Keeping information secure
We take the privacy of our customers very seriously. A range of policies, processes and technical measures are in place to control and safeguard access to, and use of, Wi-Fi connection data. Anyone with access to this data must complete TfL's privacy and data protection training every year.
Each MAC address is automatically depersonalised (pseudonymised) and encrypted to prevent the identification of the original MAC address and associated device. At no time does TfL store a device's original MAC address.
The data collected is stored in a restricted area of a secure location. All access is governed through industry standard authentication methods. Access is limited to a restricted group of users - ie only those whose access to the data is necessary for their role.
Our encryption keys are held securely in an industry standard computer program for secrets and key management , and we use an industry standard one-way hashing algorithm. All data is encrypted at rest and when in transit.
We also publish guidance on steps you can take to protect your personal information.
Individual depersonalised device Wi-Fi connection data is accessible only to a controlled group of TfL employees. Aggregated data developed by combining depersonalised data from many devices may be shared with other TfL departments and external bodies. Aggregated data will include counts of numbers of devices, rather than data containing pseudonymised MAC addresses.
We understand that there may be scenarios where the data could be useful to the police and other law enforcement bodies. As with current processes for other data held, when we get a request to disclose data, we require the police to demonstrate that the data concerned will help them to prevent or detect crime and/or prosecute offenders.
Requests will be dealt with on a strictly case-by-case basis to ensure that any disclosure is lawful. We would only be able to disclose pseudonymised data, as we do not hold the original MAC address.
Your information rights
Please also refer to the guidance above on how to choose not to provide your device's Wi-Fi connection data.

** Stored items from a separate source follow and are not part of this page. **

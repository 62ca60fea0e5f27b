"""The kinds of reference case: the program's answer, and another way to the same numbers.

``PROGRAM`` calls the kernel; ``RECOMPUTED`` never does. It goes by phasors in complex
numbers, by the law of cosines, or by fifty digits.
"""

from __future__ import annotations

import cmath
import math
from collections.abc import Callable, Iterator
from typing import Any

import numpy as np
from mpmath import mp, mpf

from meterlens.electrical import balance, phasors, power
from meterlens.electrical.conventions import PowerFactorSense
from meterlens.electrical.interval import IntervalReadings, ServiceConstants, derive_intervals

Inputs = dict[str, Any]
Values = dict[str, float]
Route = Callable[[Inputs], Values]

TURN = cmath.rect(1.0, 2.0 * math.pi / 3.0)  # a = 1∠120°
SWEEP = 2000  # steps over the line voltages of one deviation


def _column(numbers: list[float]) -> np.ndarray:
    return np.array(numbers, dtype=float)[:, None]


def _percent(fraction: np.ndarray) -> float:
    return 100.0 * float(fraction[0])


def _in_thousands(values: Values) -> Values:
    """The same powers in kW, kvar and kVA."""
    return values | {
        f"{name.removesuffix(unit)}k{unit}": value / 1000.0
        for name, value in values.items()
        for unit in ("w", "var", "va")
        if name.endswith(f"_{unit}")
    }


# --- line voltages -------------------------------------------------------------------


def _lines_program(inputs: Inputs) -> Values:
    sides = _column(inputs["v_line_v"])
    lvur = balance.deviation_from_mean(sides)
    return {
        "lvur_percent": _percent(lvur),
        "vuf_percent": _percent(balance.voltage_unbalance_from_lines(sides)),
        "mean_v": float(sides.mean()),
        "largest_deviation_v": float(lvur[0]) * float(sides.mean()),
    }


def _unbalance_by_cosines(v_ab: float, v_bc: float, v_ca: float) -> float:
    """|V₂|/|V₁| of the corners of the triangle that the three magnitudes close."""
    at_a = math.acos((v_ab**2 + v_ca**2 - v_bc**2) / (2.0 * v_ab * v_ca))
    a, b, c = 0j, complex(-v_ab), -v_ca * cmath.exp(-1j * at_a)
    positive, negative = a + TURN * b + TURN**2 * c, a + TURN**2 * b + TURN * c
    return min(abs(positive), abs(negative)) / max(abs(positive), abs(negative))


def _lines_recomputed(inputs: Inputs) -> Values:
    sides = inputs["v_line_v"]
    with mp.workdps(50):
        exact = [mpf(x) for x in sides]
        mean = sum(exact) / 3
        farthest = max(abs(x - mean) for x in exact)
        beta = sum(x**4 for x in exact) / sum(x**2 for x in exact) ** 2
        approximation = 82 * mp.sqrt(sum((x - mean) ** 2 for x in exact)) / mean
        return {
            "mean_v": float(mean),
            "largest_deviation_v": float(farthest),
            "lvur_percent": float(100 * farthest / mean),
            "beta": float(beta),
            "approximation_82_percent": float(approximation),
            "vuf_percent": 100.0 * _unbalance_by_cosines(*sides),
        }


def _sets_of_deviation(share: float) -> Iterator[tuple[float, float, float]]:
    """Line voltages about a mean of 1 whose largest deviation is `share`."""
    for sign in (1.0, -1.0):
        for step in range(SWEEP + 1):
            apart = share / 2.0 * step / SWEEP
            rest = 1.0 - sign * share / 2.0
            yield 1.0 + sign * share, rest + apart, rest - apart


def _range_program(inputs: Inputs) -> Values:
    sets = np.array(list(_sets_of_deviation(inputs["lvur_percent"] / 100.0))).T
    assert np.allclose(100.0 * balance.deviation_from_mean(sets), inputs["lvur_percent"])
    percent = 100.0 * balance.voltage_unbalance_from_lines(sets)
    return {"vuf_least_percent": float(percent.min()), "vuf_most_percent": float(percent.max())}


def _range_recomputed(inputs: Inputs) -> Values:
    sets = _sets_of_deviation(inputs["lvur_percent"] / 100.0)
    percent = [100.0 * _unbalance_by_cosines(*sides) for sides in sets]
    return {"vuf_least_percent": min(percent), "vuf_most_percent": max(percent)}


# --- powers of an interval -----------------------------------------------------------


def _interval_program(inputs: Inputs) -> Values:
    lead_lag = inputs.get("lead_lag", [math.nan] * 3)
    out = derive_intervals(
        IntervalReadings(
            v=_column(inputs["v_v"]),
            i=_column(inputs["i_a"]),
            pf=_column(inputs["pf"]),
            lead_lag=_column(lead_lag),
        ),
        ServiceConstants("abc", 400.0, 1.0, PowerFactorSense("sign-is-power-flow", assumed=1)),
    )
    values = {
        "p_w": out.p_total,
        "q_var": out.q_total,
        "s_arithmetic_va": out.s_arithmetic,
        "s_vector_va": out.s_vector,
        "s_effective_va": out.s_effective,
        "pf_arithmetic": out.pf_arithmetic,
        "pf_vector": out.pf_vector,
        "pf_effective": out.pf_effective,
        "i_neutral_a": out.i_neutral,
    } | {f"pf_{phase}": out.pf[k] for k, phase in enumerate("abc")}
    return _in_thousands({name: float(value[0]) for name, value in values.items()})


def _interval_recomputed(inputs: Inputs) -> Values:
    """Currents as phasors first, powers from them: S = V·I*."""
    lead_lag = inputs.get("lead_lag", [math.nan] * 3)
    voltages, currents = [], []
    for k in range(3):
        v = inputs["v_v"][k] * TURN ** (-k)
        i, pf, word = inputs["i_a"][k], inputs["pf"][k], lead_lag[k]
        phi = 0.0 if math.isnan(pf) else math.acos(abs(pf))
        phi *= -1.0 if word < 0 else 1.0
        phi += math.pi if pf < 0 else 0.0
        voltages.append(v)
        currents.append(i * cmath.exp(1j * (cmath.phase(v) - phi)))
    total = sum(v * i.conjugate() for v, i in zip(voltages, currents, strict=True))
    arithmetic, effective = _apparent(voltages, currents)
    values = {
        "p_w": total.real,
        "q_var": total.imag,
        "s_vector_va": abs(total),
        "s_arithmetic_va": arithmetic,
        "s_effective_va": effective,
        "pf_vector": total.real / abs(total),
        "pf_arithmetic": total.real / arithmetic,
        "pf_effective": total.real / effective,
        "i_neutral_a": abs(sum(currents)),
    }
    for phase, v, i in zip("abc", voltages, currents, strict=True):
        s = v * i.conjugate()
        values[f"pf_{phase}"] = s.real / abs(s) if s else math.nan
    return _in_thousands(values)


def _apparent(voltages: list[complex], currents: list[complex]) -> tuple[float, float]:
    """Arithmetic and effective apparent power, by the sequence components of the latter.

    V_e² = V₊² + V₋² + V₀²/2 and I_e² = I₊² + I₋² + 4 I₀² are the standard's own other form.
    """
    arithmetic = sum(abs(v) * abs(i) for v, i in zip(voltages, currents, strict=True))
    v_0, v_1, v_2 = (abs(x) for x in _components(voltages))
    i_0, i_1, i_2 = (abs(x) for x in _components(currents))
    v_e = math.sqrt(v_1**2 + v_2**2 + v_0**2 / 2.0)
    i_e = math.sqrt(i_1**2 + i_2**2 + 4.0 * i_0**2)
    return arithmetic, 3.0 * v_e * i_e


def _polar(magnitude: list[float], degrees: list[float]) -> list[complex]:
    return [cmath.rect(m, math.radians(d)) for m, d in zip(magnitude, degrees, strict=True)]


def _apparent_program(inputs: Inputs) -> Values:
    v = np.array(_polar(inputs["v_v"], inputs["v_deg"]))[:, None]
    i = np.array(_polar(inputs["i_a"], inputs["i_deg"]))[:, None]
    effective = power.apparent_power_effective(
        np.abs(v), phasors.line_voltages(v), np.abs(i), np.abs(i.sum(axis=0))
    )
    carries = np.ones(v.shape, dtype=bool)
    arithmetic = power.total_where_carried(np.abs(v) * np.abs(i), carries)
    return {
        "s_arithmetic_kva": float(arithmetic[0]) / 1000.0,
        "s_effective_kva": float(effective[0]) / 1000.0,
    }


def _apparent_recomputed(inputs: Inputs) -> Values:
    arithmetic, effective = _apparent(
        _polar(inputs["v_v"], inputs["v_deg"]), _polar(inputs["i_a"], inputs["i_deg"])
    )
    return {"s_arithmetic_kva": arithmetic / 1000.0, "s_effective_kva": effective / 1000.0}


# --- sequence components -------------------------------------------------------------


def _components(x: list[complex]) -> tuple[complex, complex, complex]:
    a, b, c = x
    return (
        (a + b + c) / 3.0,
        (a + TURN * b + TURN**2 * c) / 3.0,
        (a + TURN**2 * b + TURN * c) / 3.0,
    )


def _named(zero: complex, positive: complex, negative: complex) -> Values:
    named = {"zero": zero, "positive": positive, "negative": negative, "neutral": 3.0 * zero}
    values = {name: abs(x) for name, x in named.items()}
    return values | {f"{name}_deg": math.degrees(cmath.phase(x)) for name, x in named.items()}


def _sequence_program(inputs: Inputs) -> Values:
    x = np.array(_polar(inputs["magnitude"], inputs["angle_deg"]))[:, None]
    zero, positive, negative = (complex(part[0]) for part in phasors.sequence_components(x))
    return _named(zero, positive, negative)


def _sequence_recomputed(inputs: Inputs) -> Values:
    return _named(*_components(_polar(inputs["magnitude"], inputs["angle_deg"])))


# --- tangent and power factor --------------------------------------------------------


def _tan_program(inputs: Inputs) -> Values:
    out = derive_intervals(
        IntervalReadings(p_total=np.array([1e5]), q_total=np.array([1e5 * inputs["tan_phi"]])),
        ServiceConstants("abc", 400.0, 1.0, PowerFactorSense("from-power")),
    )
    return {"pf": float(out.pf_vector[0])}


def _tan_recomputed(inputs: Inputs) -> Values:
    return {"pf": math.cos(math.atan(inputs["tan_phi"]))}


def _pf_program(inputs: Inputs) -> Values:
    return {"tan_phi": float(power.tangent_of_power_factor(np.array([inputs["pf"]]))[0])}


def _pf_recomputed(inputs: Inputs) -> Values:
    return {"tan_phi": math.tan(math.acos(inputs["pf"]))}


PROGRAM: dict[str, Route] = {
    "line-voltages": _lines_program,
    "unbalance-range": _range_program,
    "interval": _interval_program,
    "apparent-powers": _apparent_program,
    "sequence-components": _sequence_program,
    "tan-phi": _tan_program,
    "power-factor": _pf_program,
}
RECOMPUTED: dict[str, Route] = {
    "line-voltages": _lines_recomputed,
    "unbalance-range": _range_recomputed,
    "interval": _interval_recomputed,
    "apparent-powers": _apparent_recomputed,
    "sequence-components": _sequence_recomputed,
    "tan-phi": _tan_recomputed,
    "power-factor": _pf_recomputed,
}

In order to realise some of the benefits of collecting this data, it is important that patterns of travel are understood over time. This means that we have to preserve our hashing key to maintain continuity of the pseudonymised data. It would therefore technically be possible to align the same MAC address to the same pseudonym. However, the only way TfL can determine a specific pseudonym is for the MAC address to be provided to us, as we do not retain the MAC address itself.
The rights under Articles 15 to 20 of the General Data Protection Regulation (GDPR) do not apply if TfL is not in a position to identify a specific individual, unless the individual provides additional information to enable identification. Only providing a MAC address does not establish a definite link between that individual and the pseudonymised journey information.

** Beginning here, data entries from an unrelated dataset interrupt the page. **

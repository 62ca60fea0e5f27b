"""Every folder beside this file is a published case; README.md says how to add one."""

from __future__ import annotations

import math
import tomllib
from decimal import Decimal
from pathlib import Path
from typing import Any

import pytest
from reference_kinds import PROGRAM, RECOMPUTED

HERE = Path(__file__).parent
CASES = {
    path.parent.name: tomllib.loads(path.read_text(encoding="utf-8"))
    for path in sorted(HERE.glob("*/case.toml"))
}
STATUSES = {"SEEN-P", "SEEN-S", "SEEN-TB", "MEM", "CALC"}
Case = dict[str, Any]

every_case = pytest.mark.parametrize("case", CASES.values(), ids=CASES.keys())


def difference(value: float, printed: float, quantity: str) -> float:
    apart = abs(value - printed)
    # Angles are printed in either half turn.
    return min(apart % 360.0, -apart % 360.0) if quantity.endswith("_deg") else apart


def reads_as(value: float, row: Case) -> bool:
    """Whether a value rounds to the digits as printed."""
    exponent = Decimal(row["value"]).as_tuple().exponent
    assert isinstance(exponent, int)
    half = 0.5 * 10.0**exponent
    return difference(value, float(row["value"]), row["quantity"]) <= half * (1.0 + 1e-9)


def test_there_are_cases() -> None:
    folders = {p.name for p in HERE.iterdir() if p.is_dir() and not p.name.startswith("__")}
    assert folders == set(CASES)
    assert set(PROGRAM) == set(RECOMPUTED) == {case["kind"] for case in CASES.values()}


@every_case
def test_case_says_where_it_is_from(case: Case) -> None:
    assert set(case) <= {"title", "kind", "source", "status", "note", "inputs", "printed"}
    assert case["title"]
    assert case["source"]
    assert case["printed"]
    statuses = {case["status"], *(row.get("status", "CALC") for row in case["printed"])}
    assert statuses <= STATUSES
    if "MEM" in statuses:
        assert "value from memory" in case["note"]
    for row in case["printed"]:
        assert set(row) <= {"quantity", "value", "status", "wrong"}
        assert isinstance(row["value"], str), "write the digits as text, as printed"


@every_case
def test_program_agrees_with_another_route(case: Case) -> None:
    ours = PROGRAM[case["kind"]](case["inputs"])
    theirs = RECOMPUTED[case["kind"]](case["inputs"])
    scale = max(abs(x) for name, x in theirs.items() if not name.endswith("_deg"))
    for name, value in ours.items():
        measured = {"pf_vector": "s_vector_va"}.get(name, name.removesuffix("_deg"))
        if math.isnan(theirs[name]) or theirs.get(measured, scale) <= 1e-9 * scale:
            continue  # the angle of nothing, the power factor of no power
        floor = 1.0 if name.startswith("pf") else scale
        assert difference(value, theirs[name], name) <= 1e-9 * floor, name


@every_case
def test_digits_are_as_printed(case: Case) -> None:
    ours = PROGRAM[case["kind"]](case["inputs"])
    theirs = RECOMPUTED[case["kind"]](case["inputs"])
    for row in case["printed"]:
        name, wrong = row["quantity"], row.get("wrong", False)
        assert reads_as(theirs[name], row) is not wrong, f"{name} recomputed: {theirs[name]}"
        if name in ours:
            assert reads_as(ours[name], row) is not wrong, f"{name}: {ours[name]}"


LINE_CASES = {name: case for name, case in CASES.items() if case["kind"] == "line-voltages"}


@pytest.mark.parametrize("case", LINE_CASES.values(), ids=LINE_CASES.keys())
def test_the_handbook_approximation_is_near(case: Case) -> None:
    exact = PROGRAM["line-voltages"](case["inputs"])["vuf_percent"]
    near = RECOMPUTED["line-voltages"](case["inputs"])["approximation_82_percent"]
    assert abs(near - exact) <= 0.01 * exact
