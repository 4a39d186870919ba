"""What a study yields: the table of designs, the failed ones with their reasons, the best one, exports and figures."""

from __future__ import annotations

import os
from collections.abc import Mapping, Sequence
from pathlib import Path
from typing import TYPE_CHECKING, Any

import numpy as np
import numpy.typing as npt

from propkit import quantities, units
from propkit.errors import InputError, Problem, RangeError, near_matches
from propkit.model import paths
from propkit.model.base import Calculation, reach, render
from propkit.model.doubts import Doubt
from propkit.report import Report, UnitSystem
from propkit.series import Figure
from propkit.study.pareto import undominated
from propkit.study.sweep_plan import QUICK

if TYPE_CHECKING:
    import pandas as pd

    from propkit.study.sweep import Study

Array = npt.NDArray[np.float64]
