#pragma once
// Departures that the explicit Fock evaluator serves, in binary64 and as certified enclosures.

#include "compare/departure.hpp"
#include "compare/fock/chain.hpp"

namespace heraldgauge::compare::fock {

// How a departure changes the evaluation.
struct Recipe {
  // The pairs to keep per source so that what is left out stays below 2^log2_tail; where the departure itself cuts off,
  // its own cut-offs, and `tail` is absent.
  std::function<std::vector<long>(const model::Chain&, const Setting&, double log2_tail)> cuts;
  // Turns the description of the model with those cut-offs into that of the departure.
  std::function<void(Description&, const Setting&)> change;
  // An upper bound on |what is left out| of any of its probabilities.
  std::function<Interval(const model::Chain&, const std::vector<long>& cuts, reference::Precision bits)> tail;
};

// Completes a departure with evaluate and enclose. Declined: shared background, too many pairs to keep.
Departure by_fock(Departure departure, const Recipe& recipe);

// The same for a departure with all pair numbers of the model, which changes what happens to them. `tail` bounds what
// is left out where a response may exceed 1.
using Tail = Interval (*)(const model::Chain&, const std::vector<long>& cuts, reference::Precision bits);
Departure by_changed_response(Departure departure, const std::function<void(Description&)>& change, Tail tail);

// Both changes at once: the cut-offs are those of the one that cuts off. Nothing where both do.
std::optional<Recipe> both(const Recipe& first, const Setting& first_setting, const Recipe& second,
                           const Setting& second_setting);

// Cut-offs for the model's pair numbers, P(n > m) = lam^(m+1) (1 + (m+1)(1-lam)), and for Poisson pair numbers,
// P(n > m) <= mean^(m+1)/(m+1)!; and the sums over the sources of these bounds.
std::vector<long> cuts_for_model(const model::Chain& chain, double log2_tail);
std::vector<long> cuts_for_poisson(const model::Chain& chain, double log2_tail);
Interval tail_of_model(const model::Chain& chain, const std::vector<long>& cuts, reference::Precision bits);
Interval tail_of_poisson(const model::Chain& chain, const std::vector<long>& cuts, reference::Precision bits);

// A description of the model itself with these cut-offs, to be changed.
Description model_description(const model::Chain& chain, const std::vector<long>& cuts);

// The description that a recipe gives.
Description described(const Recipe& recipe, const model::Chain& chain, const Setting& setting,
                      const std::vector<long>& cuts);

// Binary64 (or binary32) values of a description.
template <class Number>
std::vector<Value> values_in(const Description& description, const Case& point,
                             const std::vector<model::Quantity>& quantities);

}  // namespace heraldgauge::compare::fock
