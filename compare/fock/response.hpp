#pragma once
// Detectors as what they answer to n arriving photons: any response that is diagonal in the photon number.

#include <vector>

#include "compare/fock/arithmetic.hpp"
#include "reference/model/chain.hpp"
#include "reference/model/pattern.hpp"

namespace heraldgauge::compare::fock {

// What "click" means.
enum class ClickRule {
  threshold,        // at least one photon registered or a dark event, as in the model
  linear,           // 1-(1-eta)^n replaced by n eta, at most 1
  one_photon,       // exactly one count registered
  overlap_dropped,  // the probabilities of a photon click and a dark event added: d + 1-(1-eta)^n
};

// Which part of a click: all of it, or only that without any photon (a dark event alone).
enum class ClickPart { whole, dark_only };

// The probability of the answer for n = 0..most_photons photons at the detector (1 where it is not looked at). Dark
// events of a counting detector are Poissonian of mean -ln(1-d).
template <class Number>
std::vector<Number> response(const Arithmetic<Number>& number, const model::Detector& detector, const model::Ask& ask,
                             ClickRule rule, ClickPart part, long most_photons);

}  // namespace heraldgauge::compare::fock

Even if we could associate a particular journey with a pseudonymised MAC address, we cannot assume the same individual was in possession of the same device on all other journeys. It would not be practical or proportionate to establish who was carrying the phone at each point in time.
This means that we are unable to provide data in response to any requests to access the Wi-Fi data generated by your device.

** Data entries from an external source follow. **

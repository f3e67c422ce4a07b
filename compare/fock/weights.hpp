#pragma once
// Weights of the pair numbers of a source: w(n) = pi(n)/(n+1), exact.

#include <vector>

#include "reference/model/chain.hpp"

namespace heraldgauge::compare::fock {

// The model's: lam^n (1-lam)^2 for a squeezed source, n = 0..cut; 1-p, p/2 for an ideal pair, whatever the cut above 0.
std::vector<model::Real> model_weights(const model::Source& source, long cut);

// Poisson pair numbers of the same mean 2 mu: exp(-2 mu) (2 mu)^n / (n! (n+1)).
std::vector<model::Real> poisson_weights(const model::Source& source, long cut);

// sum over n of (n+1) w(n), the probability that is kept.
model::Real kept_probability(const std::vector<model::Real>& weights);
// The same weights divided by it.
std::vector<model::Real> renormalised(const std::vector<model::Real>& weights);

// 2 lam/(1-lam), or the probability of an ideal pair.
model::Real mean_pairs(const model::Source& source);

}  // namespace heraldgauge::compare::fock
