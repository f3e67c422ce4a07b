#pragma once
// The explicit Fock evaluator as a certified route, so that the reference's formulas for the quantities apply to it.

#include "compare/fock/departure.hpp"
#include "reference/route.hpp"

namespace heraldgauge::compare::fock {

class FockRoute : public reference::Route {
 public:
  FockRoute(const model::Chain& chain, const Setting& setting, const Recipe& recipe)
      : chain_(chain), setting_(setting), recipe_(recipe) {}

  std::string name() const override { return "fock"; }
  reference::Bounded<Interval> herald(const reference::Accuracy& accuracy) const override;
  reference::Bounded<reference::EndTable<Interval>> ends(reference::Basis basis,
                                                         const reference::Accuracy& accuracy) const override;
  reference::Bounded<Interval> pattern(const model::Pattern& pattern,
                                       const reference::Accuracy& accuracy) const override;
  reference::AngularProfile profile(const reference::Accuracy& accuracy) const override;

 private:
  struct Prepared {
    std::vector<long> cuts;
    Chain<Interval> chain;
    Interval tail;
  };
  Prepared prepared(const reference::Accuracy& accuracy) const;

  model::Chain chain_;
  Setting setting_;
  Recipe recipe_;
};

// Certified values of one quantity each by any route, the accuracy raised until the width is met or it is hopeless.
std::vector<CertifiedValue> certified_by(const std::function<std::unique_ptr<reference::Route>()>& make_route,
                                         const Case& point, const std::vector<model::Quantity>& quantities, int digits);

// The harmonics q = 0..Q of a function of phi from its values at phi_j = 2 pi j/(2Q+1): exact for a Fourier sum of that
// degree.
reference::AngularProfile profile_from(const std::vector<Interval>& values);

}  // namespace heraldgauge::compare::fock
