#include "compare/fock/response.hpp"

namespace heraldgauge::compare::fock {
namespace {

using model::Ask;
using model::Detector;

// Registering and dark probabilities in one arithmetic, with (1-eta)^n and 1-(1-eta)^n, the latter without subtraction.
template <class Number>
struct Photons {
  Photons(const Arithmetic<Number>& number, const Detector& detector, long most)
      : eta(number(detector.registering_probability())),
        dark(number(detector.dark_probability)),
        quiet(number(model::Real(1) - detector.dark_probability)),
        none(powers(number, number(model::Real(1) - detector.registering_probability()), most)),
        some{number(0L)} {
    for (std::size_t n = 1; n < none.size(); ++n) some.push_back(some.back() + eta * none[n - 1]);
  }
  Number eta, dark, quiet;
  std::vector<Number> none, some;
};

template <class Number>
Number photon_click(const Arithmetic<Number>& number, const Photons<Number>& photons, ClickRule rule, std::size_t n) {
  if (rule != ClickRule::linear) return photons.some[n];
  return at_most_one(number, Number(photons.eta * number(static_cast<long>(n))));
}

// Exactly `count` of photons and dark events together.
template <class Number>
Number counted(const Arithmetic<Number>& number, const Photons<Number>& photons, long count, long n) {
  const Counting<Number> counting(number, n);
  const Number mean = number.mean_of_dark_count(photons.dark);
  Number sum = number(0L);
  for (long k = 0; k <= count && k <= n; ++k) {
    Number term = photons.quiet * photons.none[static_cast<std::size_t>(n - k)] * counting.binomial(n, k);
    for (long i = 0; i < k; ++i) term = term * photons.eta;
    for (long i = 1; i <= count - k; ++i) term = term * mean * number(Rational(1, i));
    sum = sum + term;
  }
  return sum;
}

template <class Number>
Number clicked(const Arithmetic<Number>& number, const Photons<Number>& photons, ClickRule rule, ClickPart part,
               long n) {
  const Number by_photons = photon_click(number, photons, rule, static_cast<std::size_t>(n));
  if (rule == ClickRule::overlap_dropped)
    return part == ClickPart::whole ? Number(by_photons + photons.dark) : photons.dark;
  const Number no_photon =
      rule == ClickRule::linear ? Number(number(1L) - by_photons) : photons.none[static_cast<std::size_t>(n)];
  const Number by_dark = photons.dark * no_photon;
  return part == ClickPart::whole ? Number(by_photons + by_dark) : by_dark;
}

template <class Number>
Number silent(const Arithmetic<Number>& number, const Photons<Number>& photons, ClickRule rule, long n) {
  if (rule == ClickRule::overlap_dropped) return photons.none[static_cast<std::size_t>(n)] - photons.dark;
  if (rule == ClickRule::linear) {
    return photons.quiet * (number(1L) - photon_click(number, photons, rule, static_cast<std::size_t>(n)));
  }
  return photons.quiet * photons.none[static_cast<std::size_t>(n)];
}

}  // namespace

template <class Number>
std::vector<Number> response(const Arithmetic<Number>& number, const Detector& detector, const Ask& ask, ClickRule rule,
                             ClickPart part, long most_photons) {
  const Photons<Number> photons(number, detector, most_photons);
  std::vector<Number> answer;
  for (long n = 0; n <= most_photons; ++n) {
    switch (ask.kind) {
      case Ask::Kind::not_looked_at:
        answer.push_back(number(1L));
        break;
      case Ask::Kind::silent:
        answer.push_back(silent(number, photons, rule, n));
        break;
      case Ask::Kind::counts:
        answer.push_back(counted(number, photons, ask.photons, n));
        break;
      case Ask::Kind::clicks:
        answer.push_back(rule == ClickRule::one_photon ? counted(number, photons, 1, n)
                                                       : clicked(number, photons, rule, part, n));
    }
  }
  return answer;
}

template std::vector<float> response(const Arithmetic<float>&, const Detector&, const Ask&, ClickRule, ClickPart, long);
template std::vector<double> response(const Arithmetic<double>&, const Detector&, const Ask&, ClickRule, ClickPart,
                                      long);
template std::vector<Interval> response(const Arithmetic<Interval>&, const Detector&, const Ask&, ClickRule, ClickPart,
                                        long);
template std::vector<Rational> response(const Arithmetic<Rational>&, const Detector&, const Ask&, ClickRule, ClickPart,
                                        long);

}  // namespace heraldgauge::compare::fock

The TfL Privacy and Data Protection team consider and coordinate responses to any requests that relate to an individual's rights under the GDPR and complaints from people whose personal data is processed by TfL and its subsidiary companies. You can contact the Data Protection Officer by email at firstname.lastname@example.org
Changes to this page
It's likely that we'll need to update this statement from time to time, so check back here regularly to find out more. This page was last updated in September 2021.